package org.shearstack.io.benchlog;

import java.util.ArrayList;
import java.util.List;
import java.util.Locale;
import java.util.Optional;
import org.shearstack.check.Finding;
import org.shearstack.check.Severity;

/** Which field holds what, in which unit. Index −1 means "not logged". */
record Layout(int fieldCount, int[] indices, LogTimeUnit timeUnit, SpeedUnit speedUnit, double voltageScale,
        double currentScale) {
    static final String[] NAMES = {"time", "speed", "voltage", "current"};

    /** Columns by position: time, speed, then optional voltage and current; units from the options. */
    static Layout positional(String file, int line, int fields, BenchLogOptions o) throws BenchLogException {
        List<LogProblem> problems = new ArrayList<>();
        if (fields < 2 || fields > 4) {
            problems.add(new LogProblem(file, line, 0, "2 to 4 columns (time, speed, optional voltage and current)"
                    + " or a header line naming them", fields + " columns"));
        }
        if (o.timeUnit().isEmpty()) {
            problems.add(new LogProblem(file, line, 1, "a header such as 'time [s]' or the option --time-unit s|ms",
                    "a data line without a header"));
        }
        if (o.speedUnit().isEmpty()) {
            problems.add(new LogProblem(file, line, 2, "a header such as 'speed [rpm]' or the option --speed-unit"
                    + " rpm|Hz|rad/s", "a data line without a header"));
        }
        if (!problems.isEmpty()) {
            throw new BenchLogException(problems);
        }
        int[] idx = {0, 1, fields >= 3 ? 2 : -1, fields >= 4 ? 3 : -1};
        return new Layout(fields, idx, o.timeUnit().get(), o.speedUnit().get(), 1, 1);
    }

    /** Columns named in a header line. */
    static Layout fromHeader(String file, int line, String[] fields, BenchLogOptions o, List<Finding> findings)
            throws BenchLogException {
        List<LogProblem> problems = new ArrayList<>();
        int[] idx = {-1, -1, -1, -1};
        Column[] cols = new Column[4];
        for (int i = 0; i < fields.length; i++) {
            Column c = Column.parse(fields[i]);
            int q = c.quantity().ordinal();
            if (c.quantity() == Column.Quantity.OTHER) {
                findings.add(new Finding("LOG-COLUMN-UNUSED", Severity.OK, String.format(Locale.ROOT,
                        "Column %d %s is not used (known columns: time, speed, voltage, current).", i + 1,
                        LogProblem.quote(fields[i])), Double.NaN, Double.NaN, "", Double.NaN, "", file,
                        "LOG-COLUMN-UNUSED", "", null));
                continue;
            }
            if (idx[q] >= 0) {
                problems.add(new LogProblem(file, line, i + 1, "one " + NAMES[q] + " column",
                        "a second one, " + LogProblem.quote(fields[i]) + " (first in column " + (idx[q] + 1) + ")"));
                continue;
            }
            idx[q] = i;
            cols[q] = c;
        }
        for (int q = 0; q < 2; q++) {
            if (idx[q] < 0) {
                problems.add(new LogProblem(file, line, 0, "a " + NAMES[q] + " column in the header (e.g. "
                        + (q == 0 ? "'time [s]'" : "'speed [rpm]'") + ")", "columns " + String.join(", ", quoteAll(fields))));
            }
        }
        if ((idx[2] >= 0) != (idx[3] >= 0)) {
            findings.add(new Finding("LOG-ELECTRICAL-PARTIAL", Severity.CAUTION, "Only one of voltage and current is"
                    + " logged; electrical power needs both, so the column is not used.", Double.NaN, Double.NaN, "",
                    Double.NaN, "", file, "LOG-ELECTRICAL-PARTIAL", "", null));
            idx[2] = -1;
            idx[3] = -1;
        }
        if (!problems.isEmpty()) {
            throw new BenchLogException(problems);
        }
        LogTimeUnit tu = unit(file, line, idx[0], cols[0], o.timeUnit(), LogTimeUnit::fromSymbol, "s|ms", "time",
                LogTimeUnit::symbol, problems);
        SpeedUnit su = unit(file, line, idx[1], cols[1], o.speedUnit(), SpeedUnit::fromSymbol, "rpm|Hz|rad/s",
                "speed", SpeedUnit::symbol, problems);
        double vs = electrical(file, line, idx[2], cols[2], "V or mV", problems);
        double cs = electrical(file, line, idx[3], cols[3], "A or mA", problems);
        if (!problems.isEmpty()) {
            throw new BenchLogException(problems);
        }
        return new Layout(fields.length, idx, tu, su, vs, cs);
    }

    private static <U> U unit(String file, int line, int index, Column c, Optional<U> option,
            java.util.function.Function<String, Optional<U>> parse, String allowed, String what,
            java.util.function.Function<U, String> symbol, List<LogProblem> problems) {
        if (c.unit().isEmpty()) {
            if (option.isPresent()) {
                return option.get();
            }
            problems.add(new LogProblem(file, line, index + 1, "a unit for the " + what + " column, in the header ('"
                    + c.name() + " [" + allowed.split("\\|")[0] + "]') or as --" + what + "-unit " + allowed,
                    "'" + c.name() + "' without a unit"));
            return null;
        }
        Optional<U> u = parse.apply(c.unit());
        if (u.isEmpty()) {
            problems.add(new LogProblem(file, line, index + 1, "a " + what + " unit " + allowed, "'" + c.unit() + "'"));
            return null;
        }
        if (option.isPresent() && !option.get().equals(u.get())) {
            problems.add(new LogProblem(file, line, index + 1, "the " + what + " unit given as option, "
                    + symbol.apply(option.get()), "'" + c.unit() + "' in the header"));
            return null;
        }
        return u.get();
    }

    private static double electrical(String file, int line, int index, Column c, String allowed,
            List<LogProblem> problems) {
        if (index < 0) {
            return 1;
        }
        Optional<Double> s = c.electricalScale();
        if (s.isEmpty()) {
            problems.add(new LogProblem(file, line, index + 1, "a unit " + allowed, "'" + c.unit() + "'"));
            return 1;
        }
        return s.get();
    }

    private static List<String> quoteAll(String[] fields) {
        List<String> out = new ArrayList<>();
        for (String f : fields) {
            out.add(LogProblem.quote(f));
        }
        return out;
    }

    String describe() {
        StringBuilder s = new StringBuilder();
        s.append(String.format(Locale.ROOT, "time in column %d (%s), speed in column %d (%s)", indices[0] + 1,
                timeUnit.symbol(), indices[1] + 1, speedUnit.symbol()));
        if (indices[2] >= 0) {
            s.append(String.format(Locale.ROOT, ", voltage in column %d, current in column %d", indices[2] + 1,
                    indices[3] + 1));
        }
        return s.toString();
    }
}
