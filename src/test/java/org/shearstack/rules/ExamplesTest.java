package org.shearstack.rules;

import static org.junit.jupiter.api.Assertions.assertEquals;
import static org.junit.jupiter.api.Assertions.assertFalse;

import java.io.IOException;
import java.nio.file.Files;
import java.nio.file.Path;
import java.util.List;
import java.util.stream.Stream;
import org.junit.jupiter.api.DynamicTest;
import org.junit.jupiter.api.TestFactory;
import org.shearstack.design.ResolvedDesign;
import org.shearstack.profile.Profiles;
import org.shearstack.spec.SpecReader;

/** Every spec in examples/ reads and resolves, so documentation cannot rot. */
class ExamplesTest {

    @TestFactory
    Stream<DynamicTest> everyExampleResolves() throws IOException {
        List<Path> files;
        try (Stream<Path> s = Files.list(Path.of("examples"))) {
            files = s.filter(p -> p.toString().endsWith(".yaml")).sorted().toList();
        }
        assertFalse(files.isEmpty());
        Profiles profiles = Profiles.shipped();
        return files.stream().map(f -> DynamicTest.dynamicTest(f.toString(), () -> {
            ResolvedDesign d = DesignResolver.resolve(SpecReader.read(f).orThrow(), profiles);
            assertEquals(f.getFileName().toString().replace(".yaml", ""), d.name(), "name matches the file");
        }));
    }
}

::::::

• _Task prompt_
Bring together all lines in the records where the word "shearstack" is found.

• _Exercise answer_
package org.shearstack.io.benchlog;
import org.shearstack.check.Finding;
import org.shearstack.check.Severity;
filename src/test/java/org/shearstack/rules/ExamplesTest.java
package org.shearstack.rules;
import org.shearstack.design.ResolvedDesign;
import org.shearstack.profile.Profiles;
import org.shearstack.spec.SpecReader;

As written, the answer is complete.